- Exercise goal -
Your job with the data below is to output exactly the lines from the one holding "do about it." down to the one holding "not in order", both included, and no others.

- Dataset entries -
Content starts

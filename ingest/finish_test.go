package ingest

import (
	"cmp"
	"math"
	"slices"
	"testing"

	"pgregory.net/rapid"
)

// The order is that of a stable sort of the standard library.
func TestSortedOrder(t *testing.T) {
	rapid.Check(t, func(t *rapid.T) {
		value := rapid.OneOf(rapid.SampledFrom([]float64{1, 2, 3, 4, 5, math.NaN(), math.Inf(1), 0, math.Copysign(0, -1)}), rapid.Float64())
		v := rapid.SliceOfN(value, 0, 40).Draw(t, "v")
		switch rapid.IntRange(0, 3).Draw(t, "kind") {
		case 0:
			slices.Sort(v)
		case 1:
			slices.Sort(v)
			slices.Reverse(v)
		case 2:
			v = append(v, v...)
		}
		want := make([]int, len(v))
		for i := range want {
			want[i] = i
		}
		slices.SortStableFunc(want, func(a, b int) int { return cmp.Compare(v[a], v[b]) })
		if got := sortedOrder(v); !slices.Equal(got, want) {
			t.Fatalf("%v: %v, want %v", v, got, want)
		}
	})
}
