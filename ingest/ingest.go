// Package ingest reads impedance sweeps: whatever an LCR meter, impedance
// analyser or network analyser saved, as frequencies in hertz and complex
// impedances in ohms.
//
// Reading runs in steps, one file of this package each:
//
//  1. the bytes become UTF-8 text (encoding) and lines (tokenize);
//  2. Touchstone files and spreadsheets are told from delimited text
//     (touchstone, spreadsheet);
//  3. the header is found and each column gets a role and a unit (header,
//     units, layout); what stands above it becomes metadata (metadata);
//  4. cells become numbers; rows that cannot be used are dropped and counted,
//     anything doubtful is a fault with line and column (number, rows);
//  5. a pair of quantities becomes Z (quantities, sparameter), with the phase in
//     degrees or radians as the data show where the header does not
//     (phaseunit);
//  6. the points are sorted into sweeps, one a part (finish).
//
// A reading that could mean two things is refused with the flag that settles
// it. [Reading] says how a file was understood.
//
// Use [Find] to expand folders, [Open] to read a path and [Read] to read a
// stream; [Fixture] corrects for a test fixture, [Accuracy] holds the meter's
// stated accuracy, [ReadTable] reads tables with a fixed header.
package ingest

import (
	"bytes"
	"crypto/sha256"
	"encoding/hex"
	"errors"
	"fmt"
	"io"
	"path"
	"path/filepath"
	"slices"
	"strings"
)

// Sweep is the impedance of one part over frequency.
type Sweep struct {
	File string // as given; joined with the path below a folder
	Part string // the file's name without its ending, or the value of the part column
	Lot  string // from the file's metadata, "" if it does not say

	Freq []float64    // Hz, positive, strictly ascending
	Z    []complex128 // Ω, finite, not zero

	SHA256   string // of the file's bytes, in hexadecimal; of a pair of files, one after the other
	Metadata Metadata
	Reading  Reading
	Dropped  []Dropped // rows not used
	Warnings []Warning

	// For sweeps measured as S-parameters; S is nil otherwise.
	Reference  float64      // reference resistance in Ω
	Connection string       // ConnectionReflection, ConnectionSeries or ConnectionShunt
	S          []complex128 // S11 for reflection, else S21, at each of Freq
}

// Ways to connect the part to a network analyser.
const (
	ConnectionReflection = "reflection" // one port ends in the part
	ConnectionSeries     = "series"     // the part lies between the two ports
	ConnectionShunt      = "shunt"      // the part lies from the through line to ground
)

// Dropped is a row that was not used.
type Dropped struct {
	Line   int
	Reason string
}

// Warning is something that does not stop the reading, and what to do about it.
// Code is stable; Text is for people.
type Warning struct {
	Code, Text string
}

// Codes of warnings.
const (
	WarnNoHeader      = "no-header"         // three columns of numbers without a header
	WarnUnitAssumed   = "unit-assumed"      // a column without a unit was taken in SI units
	WarnPhaseUnit     = "phase-unit"        // degrees or radians were told from the values
	WarnDropped       = "rows-dropped"      // overload, empty, zero
	WarnDuplicate     = "duplicate-points"  // points at one frequency were averaged
	WarnUnsorted      = "unsorted"          // the frequencies were not in order
	WarnReference     = "reference-assumed" // S-parameters without a reference resistance
	WarnColumnsDiffer = "columns-differ"    // two pairs of columns give different Z
	WarnCoverage      = "few-points"        // fewer points than a circuit needs
	WarnUnchecked     = "not-checked"       // values that contradict what is stated
	WarnPartEmpty     = "part-empty"        // a part of which no row could be used
)

// DefaultMaxBytes is the size above which an input is refused.
const DefaultMaxBytes = 128 << 20

// Options says how to read. The nil pointer and the zero value let the reader
// recognise everything.
type Options struct {
	Columns    Columns // overrides the recognition of columns
	Units      Units   // overrides units
	Connection string  // for two-port S-parameters: reflection, series or shunt
	// Reference is the reference resistance in Ω of S-parameters in files that
	// do not state it; 0 means 50.
	Reference float64
	// MaxBytes is the largest input read; 0 means DefaultMaxBytes.
	MaxBytes int64

	general bool // all rows go the general way; for tests of the plain one
}

func (o *Options) orDefault() Options {
	if o == nil {
		return Options{MaxBytes: DefaultMaxBytes}
	}
	c := *o
	if c.MaxBytes <= 0 {
		c.MaxBytes = DefaultMaxBytes
	}
	return c
}

// Read reads one input and returns the sweeps in it, one a part, in the order of
// the file. name is the file's name: it appears in errors, gives the part its
// name, and its ending (.s1p, .s2p, .ts, .xlsx) says which format to expect;
// without such an ending the content does. The error is an [*Error].
func Read(name string, r io.Reader, o *Options) ([]*Sweep, error) {
	opt := o.orDefault()
	data, err := readAll(name, r, opt.MaxBytes)
	if err != nil {
		return nil, err
	}
	return parse(name, data, opt)
}

// readAll reads at most limit bytes.
func readAll(name string, r io.Reader, limit int64) ([]byte, error) {
	size := 0
	if known, ok := r.(interface{ Len() int }); ok { // what is left of a buffer
		size = known.Len()
	}
	data, err := slurp(r, int64(size), limit)
	switch {
	case errors.Is(err, ErrTooLarge):
		return nil, tooLarge(name, limit)
	case err != nil:
		return nil, &Error{File: name, Found: err.Error(), Expected: "a readable input", Err: err}
	}
	return data, nil
}

// slurp reads at most limit bytes, or returns ErrTooLarge. size is how many
// there should be, 0 if that is not known; where it is right, the buffer does
// not grow.
func slurp(r io.Reader, size, limit int64) ([]byte, error) {
	data := make([]byte, 0, min(size, limit)+bytes.MinRead)
	for {
		n, err := r.Read(data[len(data):cap(data)])
		data = data[:len(data)+n]
		switch {
		case int64(len(data)) > limit:
			return nil, ErrTooLarge
		case err == io.EOF:
			return data, nil
		case err != nil:
			return nil, err
		case len(data) == cap(data):
			data = slices.Grow(data, len(data))
		}
	}
}

func tooLarge(name string, limit int64) *Error {
	return &Error{File: name, Found: fmt.Sprintf("more than %d bytes", limit), Expected: "a sweep of smaller size", Hint: "split the file", Err: ErrTooLarge}
}

// parse reads the bytes of one file.
func parse(name string, data []byte, o Options) ([]*Sweep, error) {
	parsed, err := parseFile(name, data, o)
	if err != nil {
		return nil, err
	}
	return parsed.finished(data, o)
}

// finished completes the sweeps with the digest of the file's bytes.
func (p *parsed) finished(data []byte, o Options) ([]*Sweep, error) {
	if len(p.faults) == 0 && len(p.halves) > 0 && p.builder != nil {
		p.fault(p.builder.halfError(p.halves[0]))
	}
	sweeps, err := p.sweeps(o)
	if p.builder != nil {
		p.builder.release()
	}
	if err != nil {
		return nil, err
	}
	sum := sha256.Sum256(data)
	for _, s := range sweeps {
		s.SHA256 = hex.EncodeToString(sum[:])
	}
	return sweeps, nil
}

// parseFile dispatches on the format.
func parseFile(name string, data []byte, o Options) (*parsed, error) {
	file, sheet := splitSheet(name)
	switch {
	case isSpreadsheet(data):
		return readSpreadsheet(name, data, sheet, o)
	case isCompound(data):
		return nil, &Error{File: name, Found: "an old or encrypted document", Expected: "text or a spreadsheet", Hint: "save as .xlsx without password, or as CSV", bare: true}
	case len(data) == 0:
		return nil, &Error{File: name, Line: 1, Column: 1, Found: "an empty file", Expected: "a header and rows of numbers", bare: true}
	}
	text, enc, err := decode(data)
	if err != nil {
		return nil, &Error{File: name, Line: 1, Column: 1, Found: err.Error(), bare: true,
			Expected: "text or a spreadsheet", Hint: "export the sweep as CSV or Touchstone"}
	}
	src := newSource(name, text, enc)
	if isTouchstone(file, src) {
		return readTouchstone(src, o)
	}
	return readDelimited(src, o)
}

// partName is the file's name without its ending.
func partName(file string) string {
	file, _ = splitSheet(file)
	base := path.Base(filepath.ToSlash(file))
	if base == "-" {
		return "-"
	}
	if name := strings.TrimSuffix(base, path.Ext(base)); name != "" {
		return name
	}
	return base
}
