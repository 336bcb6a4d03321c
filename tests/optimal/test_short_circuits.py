"""Short circuits of four lines with both polarities: counted, cheapest, and never what costs more."""

from __future__ import annotations

import numpy as np
import pytest
from hypothesis import given
from hypothesis import strategies as st

from revsynth.cascade import Cascade, Gate
from revsynth.cascade.price import cascade_t
from revsynth.cascade.simulate import permutation
from revsynth.optimal.packed import pack
from revsynth.optimal.short_circuits import short_circuits
from revsynth.options import Controls, Uncompute
from tests.strategies import gates

settings = st.tuples(st.sampled_from(("mixed", "positive")), st.sampled_from(("unitary", "measured")))


@pytest.mark.parametrize(
    ("controls", "functions"), [("mixed", [1, 108, 6774, 313_140]), ("positive", [1, 32, 784, 16_204])]
)
def test_functions_by_size(controls: Controls, functions: list[int]) -> None:
    """Positive: Golubitsky, Maslov, IEEE Trans. Computers 61(9), 2012. Mixed: counted here."""
    assert [len(level.words) for level in short_circuits(controls, "unitary").levels] == functions


def test_costs_of_two_gates_by_trying_all_pairs() -> None:
    table = short_circuits("positive", "measured")
    least: dict[int, int] = {}
    for one in table.gates:
        for other in table.gates:
            cascade = Cascade.from_gates(4, [one, other])
            word = pack(permutation(cascade).tolist())
            cost = 64 * cascade_t(cascade, "measured") + len(cascade.control)
            least[word] = min(cost, least.get(word, cost))
    level = table.levels[2]
    assert dict(zip(level.words.tolist(), level.cost.tolist(), strict=True)) == {
        word: cost
        for word, cost in least.items()
        if all(int(earlier.find(np.array([word], dtype=np.uint64))[0]) < 0 for earlier in table.levels[:2])
    }


@given(st.lists(gates(4), max_size=6), settings)
def test_what_is_found_is_the_same_and_cheaper(run: list[Gate], setting: tuple[Controls, Uncompute]) -> None:
    controls, uncompute = setting
    if controls == "positive":
        run = [Gate(target, tuple(c & ~1 for c in literals)) for target, literals in run]
    cascade = Cascade.from_gates(4, run)
    table = short_circuits(controls, uncompute)
    weight = len(cascade), cascade_t(cascade, uncompute), len(cascade.control)
    found = table.cheaper(pack(permutation(cascade).tolist()), *weight)
    if found is None:
        return
    after = Cascade.from_gates(4, found)
    assert np.array_equal(permutation(after), permutation(cascade))
    assert (len(after), cascade_t(after, uncompute), len(after.control)) < weight
    assert cascade_t(after, uncompute) <= weight[1]
    assert controls == "mixed" or not np.any(after.control & 1)
    # The shortest one is the last word but for what it costs.
    again = len(after), cascade_t(after, uncompute), len(after.control)
    assert table.cheaper(pack(permutation(after).tolist()), *again) is None


@given(st.lists(gates(4), min_size=4, max_size=5))
def test_a_detour_is_found_out(run: list[Gate]) -> None:
    """A gate, its inverse and what is between in the other order: at most as long as what is left."""
    cascade = Cascade.from_gates(4, [*run, run[-1]])
    weight = len(cascade), cascade_t(cascade, "unitary"), len(cascade.control)
    found = short_circuits("mixed", "unitary").cheaper(pack(permutation(cascade).tolist()), *weight)
    assert found is None or len(found) <= len(run) - 1
    if len(run) - 1 <= 3:
        assert found is not None
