"""Classes of four lines and meeting in the middle against the published counts and sizes.

Source of the counts: Golubitsky, Maslov, "A study of optimal 4-bit reversible Toffoli circuits and their
synthesis", IEEE Trans. Computers 61(9), 2012.
"""

from __future__ import annotations

import numpy as np
import pytest

from revsynth.cascade.simulate import permutation
from revsynth.optimal.classes import Classes, found_classes, functions_of
from revsynth.optimal.meeting import Answer, shortest
from revsynth.optimal.packed import GATES, pack
from tests.slow_simulator import run_cascade

FUNCTIONS = [1, 32, 784, 16_204, 294_507, 4_807_552, 70_763_560]
CLASSES = [1, 4, 33, 425, 6_538, 101_983, 1_482_686]

SIZES = [
    ([x + 1 & 15 for x in range(16)], 4),
    ([3 * x & 15 for x in range(16)], 6),
    ([5 * x & 15 for x in range(16)], 3),
    ([0, 7, 6, 9, 4, 11, 10, 13, 8, 15, 14, 1, 12, 3, 2, 5], 4),
    ([1, 2, 4, 8, 0, 3, 5, 6, 7, 9, 10, 11, 12, 13, 14, 15], 10),
]
"""Recomputed by exhaustive search over the published method; the fourth is a full adder block."""
LONG = [
    ([0, 2, 4, 12, 8, 5, 9, 11, 1, 6, 10, 13, 3, 14, 7, 15], 11),
    ([15, 1, 12, 3, 5, 6, 8, 7, 0, 10, 13, 9, 2, 4, 14, 11], 12),
    ([12, 5, 6, 11, 9, 0, 10, 13, 3, 14, 15, 8, 4, 7, 1, 2], 11),
]
"""The hidden weighted bit (rotation by the weight), a random one, the S-box of ISO/IEC 29192-2."""


def silent(_: str) -> None:
    """Says nothing."""


@pytest.fixture(scope="module")
def classes() -> Classes:
    return found_classes(5, silent)


def checked(images: list[int], classes: Classes) -> Answer:
    """The answer, its cascade run state by state."""
    answer = shortest([pack(images)], classes, silent)
    if answer.cascade is not None:
        assert [run_cascade(answer.cascade, x) for x in range(16)] == [(image, 1) for image in images]
        assert len(answer.cascade) == answer.at_least
        assert all(gate in GATES for gate in answer.cascade)
    return answer


def test_classes_and_functions_by_size(classes: Classes) -> None:
    assert [len(level) for level in classes.levels] == CLASSES[:6]
    assert functions_of(classes.levels) == FUNCTIONS[:6]


@pytest.mark.slow
def test_the_table_of_size_six() -> None:
    """Classes, functions, and the longer of the published sizes."""
    classes = found_classes(6, silent)
    assert [len(level) for level in classes.levels] == CLASSES
    assert functions_of(classes.levels) == FUNCTIONS
    for images, size in SIZES + LONG:
        assert checked(images, classes).at_least == size


def test_published_sizes(classes: Classes) -> None:
    for images, size in SIZES:
        answer = checked(images, classes)
        assert answer.cascade is not None
        assert answer.at_least == size


def test_beyond_the_table_a_bound_is_proved(classes: Classes) -> None:
    """Of 11 gates, and the table of size 5 reaches 10."""
    assert checked(LONG[0][0], classes) == Answer(None, 11)


def test_smaller_tables_give_the_same_sizes(classes: Classes) -> None:
    """Random circuits of up to seven gates: size 3 and size 4 tables meet where size 5 just looks up."""
    small = [found_classes(size, silent) for size in (3, 4)]
    random = np.random.default_rng(4)
    seen = set()
    for _ in range(60):
        word = [int(x) for x in range(16)]
        for index in random.integers(0, 32, size=int(random.integers(1, 8))):
            gate = GATES[int(index)]
            mask = sum(1 << (c >> 1) for c in gate.controls)
            word = [x ^ 1 << gate.target if x & mask == mask else x for x in word]
        wanted = checked(word, classes).at_least
        seen.add(wanted)
        assert [checked(word, one).at_least for one in small] == [min(wanted, 7), wanted]
    assert {4, 5, 6} <= seen


def test_of_several_words_the_shortest_is_taken(classes: Classes) -> None:
    words = [pack(images) for images, _ in SIZES[:3]]
    answer = shortest(words, classes, silent)
    assert answer.cascade is not None
    assert permutation(answer.cascade).tolist() == SIZES[2][0]


def test_a_table_goes_on_from_a_smaller_one(classes: Classes) -> None:
    start = found_classes(2, silent)
    for one, other in zip(found_classes(4, silent, start).levels, classes.levels, strict=False):
        assert np.array_equal(one, other)


def test_what_is_not_counted_is_refused(classes: Classes) -> None:
    with pytest.raises(ValueError, match="up to size 7, not 8"):
        found_classes(8, silent)
    with pytest.raises(ValueError, match="needs more than 5 gates"):
        classes.gates(pack(LONG[0][0]))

Content ends

- Solution to the exercise -
// Warning is something that does not stop the reading, and what to do about it.
// Code is stable; Text is for people.
type Warning struct {
	Code, Text string
}

// Codes of warnings.
const (
	WarnNoHeader      = "no-header"         // three columns of numbers without a header
	WarnUnitAssumed   = "unit-assumed"      // a column without a unit was taken in SI units
	WarnPhaseUnit     = "phase-unit"        // degrees or radians were told from the values
	WarnDropped       = "rows-dropped"      // overload, empty, zero
	WarnDuplicate     = "duplicate-points"  // points at one frequency were averaged
	WarnUnsorted      = "unsorted"          // the frequencies were not in order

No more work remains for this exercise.